# GIVEN DATA:

· · · · · · ·

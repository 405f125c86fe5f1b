package main

import (
	"bytes"
	"encoding/csv"
	"encoding/json"
	"fmt"
	"os"
	"path/filepath"
	"slices"
	"strings"
	"syscall"
	"testing"
)

// Every bad table that run refuses while reading is refused by run --stream
// with the same one line and exit status 2, and no output folder.
func TestStreamBadInputsMatchInMemory(t *testing.T) {
	wants, _ := filepath.Glob("../../testdata/bad/*.want")
	compared := 0
	for _, want := range wants {
		spec, _ := os.ReadFile(want)
		name := strings.TrimSuffix(filepath.Base(want), ".want")
		data := strings.TrimSuffix(want, ".want") + ".csv"
		if _, err := os.Stat(data); err != nil || strings.Contains(string(spec), "generate:") ||
			strings.Contains(string(spec), "apply:") || strings.Contains(string(spec), "review:") ||
			strings.Contains(string(spec), "exit: ok") || strings.Contains(string(spec), "exclude") {
			continue
		}
		var extra []string
		for _, line := range strings.Split(string(spec), "\n") {
			if strings.HasPrefix(line, "args: ") {
				extra = strings.Fields(strings.TrimPrefix(line, "args: "))
			}
		}
		t.Run(name, func(t *testing.T) {
			dir := t.TempDir()
			run := func(flags ...string) (int, string, bool) {
				out := filepath.Join(dir, "out")
				var stdout, stderr bytes.Buffer
				args := append([]string{"run", data, "--out", out, "--format", "none", "--bootstrap", "0", "--permutations", "0"}, extra...)
				status := mainWithArgs(append(args, flags...), &stdout, &stderr)
				_, err := os.Stat(out)
				return status, stderr.String(), err == nil
			}
			memStatus, memErr, _ := run()
			if memStatus != exitUsage {
				t.Skipf("in memory: status %d", memStatus)
			}
			status, msg, wrote := run("--stream")
			if status != exitUsage || wrote || strings.Count(msg, "\n") != 1 || strings.Contains(msg, "panic:") {
				t.Fatalf("--stream: status %d, output written %v, stderr %q", status, wrote, msg)
			}
			// Checks made on the whole matrix after reading (overflow of
			// the preprocessed values) are worded for the matrix; the rest
			// must match word for word.
			if msg != memErr && !strings.Contains(memErr, "double precision") && !strings.Contains(memErr, "every value of this column is missing") {
				t.Errorf("--stream: %s in memory: %s", msg, memErr)
			}
			compared++
		})
	}
	if compared < 20 {
		t.Errorf("only %d bad tables compared", compared)
	}
}

// run --stream writes samples.csv with one row per sample, the tables,
// summary.json marked as streamed, and a report that says what was left
// out; what cannot stream is refused.
func TestStreamRunWritesOutputs(t *testing.T) {
	dir := t.TempDir()
	out := filepath.Join(dir, "out")
	var stdout, stderr bytes.Buffer
	status := mainWithArgs([]string{"run", "../../testdata/datasets/wine.csv", "--group", "cultivar", "--stream", "--out", out,
		"--bootstrap", "50", "--permutations", "200"}, &stdout, &stderr)
	if status != exitOK {
		t.Fatalf("status %d: %s", status, stderr.String())
	}
	f, err := os.Open(filepath.Join(out, "samples.csv"))
	if err != nil {
		t.Fatal(err)
	}
	rows, err := csv.NewReader(f).ReadAll()
	f.Close()
	if err != nil || len(rows) != 179 || rows[0][1] != "t2" {
		t.Fatalf("samples.csv: %d rows (%v), header %v", len(rows), err, rows[0])
	}
	var sum map[string]any
	raw, _ := os.ReadFile(filepath.Join(out, "summary.json"))
	if err := json.Unmarshal(raw, &sum); err != nil || sum["mode"] != "stream" || sum["rows"].(float64) != 178 {
		t.Fatalf("summary.json: %v %v", err, sum)
	}
	md, _ := os.ReadFile(filepath.Join(out, "report.md"))
	for _, want := range []string{"streamed", "reservoir", "Poisson", "Left out", "cross-validation", "figures/stream-scores.png",
		"Chan, T. F., Golub, G. H. & LeVeque", "Vitter, J. S. (1985)", "expert judgement", "accredited practice", "Hanley, J. A. & MacGibbon", "Horn, J. L. (1965)"} {
		if !strings.Contains(string(md), want) {
			t.Errorf("report.md does not mention %q", want)
		}
	}
	// The default formats: the same report as PDF and HTML, the score plot
	// drawn in each (PNG in the PDF, inline SVG in the HTML).
	pdf, err := os.ReadFile(filepath.Join(out, "report.pdf"))
	if err != nil || !bytes.HasPrefix(pdf, []byte("%PDF-")) || !bytes.Contains(pdf, []byte("/Subtype /Image")) {
		t.Errorf("report.pdf: %v, %d bytes, an image: %v", err, len(pdf), bytes.Contains(pdf, []byte("/Subtype /Image")))
	}
	page, err := os.ReadFile(filepath.Join(out, "report.html"))
	if err != nil || !bytes.Contains(page, []byte(`<svg class="figure"`)) || !bytes.Contains(page, []byte("Streamed audit")) {
		t.Errorf("report.html: %v, %d bytes", err, len(page))
	}

	fifo := filepath.Join(dir, "pipe.csv")
	if err := syscall.Mkfifo(fifo, 0o600); err != nil {
		t.Fatal(err)
	}
	var header, row strings.Builder
	for j := 0; j <= 2000; j++ {
		fmt.Fprintf(&header, "v%d,", j)
		fmt.Fprintf(&row, "%d,", j%7)
	}
	wide := filepath.Join(dir, "wide.csv")
	text := strings.TrimSuffix(header.String(), ",") + "\n"
	for i := 0; i < 4; i++ {
		text += strings.TrimSuffix(row.String(), ",") + "\n"
	}
	if err := os.WriteFile(wide, []byte(text), 0o644); err != nil {
		t.Fatal(err)
	}
	refusals := []struct {
		name string
		args []string
		want string
	}{
		{"exclude", []string{"../../testdata/datasets/usarrests.csv", "--exclude", "Ohio"}, "--exclude"},
		{"cv", []string{"../../testdata/datasets/usarrests.csv", "--components", "cv"}, "--components cv"},
		{"fifo", []string{fifo}, "regular file"},
		{"wide", []string{wide}, "tall tables"},
	}
	for _, tc := range refusals {
		t.Run(tc.name, func(t *testing.T) {
			var stdout, stderr bytes.Buffer
			target := filepath.Join(dir, "refused-"+tc.name)
			status := mainWithArgs(append(append([]string{"run"}, tc.args...), "--stream", "--out", target), &stdout, &stderr)
			if _, err := os.Stat(target); status != exitUsage || err == nil {
				t.Fatalf("status %d, output exists %v", status, err == nil)
			}
			if msg := stderr.String(); !strings.Contains(msg, tc.want) || strings.Count(msg, "\n") != 1 {
				t.Errorf("stderr %q, want one line naming %q", msg, tc.want)
			}
		})
	}
}

// A units row read in stream mode labels the variables in summary.json and
// the report, as in an ordinary run.
func TestStreamShowsUnits(t *testing.T) {
	dir := t.TempDir()
	in := filepath.Join(dir, "units.csv")
	text := "id,a,b,c\n,mg/L,[°C],\n"
	for i := 0; i < 12; i++ {
		text += fmt.Sprintf("r%d,%d,%d,%d\n", i, i%5+i/3, (i*7)%11, (i*i)%13)
	}
	if err := os.WriteFile(in, []byte(text), 0o644); err != nil {
		t.Fatal(err)
	}
	out := filepath.Join(dir, "out")
	var stdout, stderr bytes.Buffer
	if status := mainWithArgs([]string{"run", in, "--stream", "--units-row", "--format", "md", "--out", out, "--bootstrap", "0", "--permutations", "50"}, &stdout, &stderr); status != exitOK {
		t.Fatalf("status %d: %s", status, stderr.String())
	}
	var sum struct{ Units []string }
	raw, _ := os.ReadFile(filepath.Join(out, "summary.json"))
	if err := json.Unmarshal(raw, &sum); err != nil || !slices.Equal(sum.Units, []string{"mg/L", "[°C]", ""}) {
		t.Errorf("summary.json units %q (%v)", sum.Units, err)
	}
	md, _ := os.ReadFile(filepath.Join(out, "report.md"))
	if !strings.Contains(string(md), "a \\[mg/L\\], b \\[°C\\], c") && !strings.Contains(string(md), "a [mg/L], b [°C], c") {
		t.Errorf("report.md does not label the variables with their units:\n%s", md)
	}
}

· · · · · · ·

# THE TASK:
From the first line of the entries above to the line with "no output folder.", please return every line exactly, keeping both ends.

# RESPONSE AREA:
repository 405f125c86fe5f1b
package main

import (
	"bytes"
	"encoding/csv"
	"encoding/json"
	"fmt"
	"os"
	"path/filepath"
	"slices"
	"strings"
	"syscall"
	"testing"
)

// Every bad table that run refuses while reading is refused by run --stream
// with the same one line and exit status 2, and no output folder.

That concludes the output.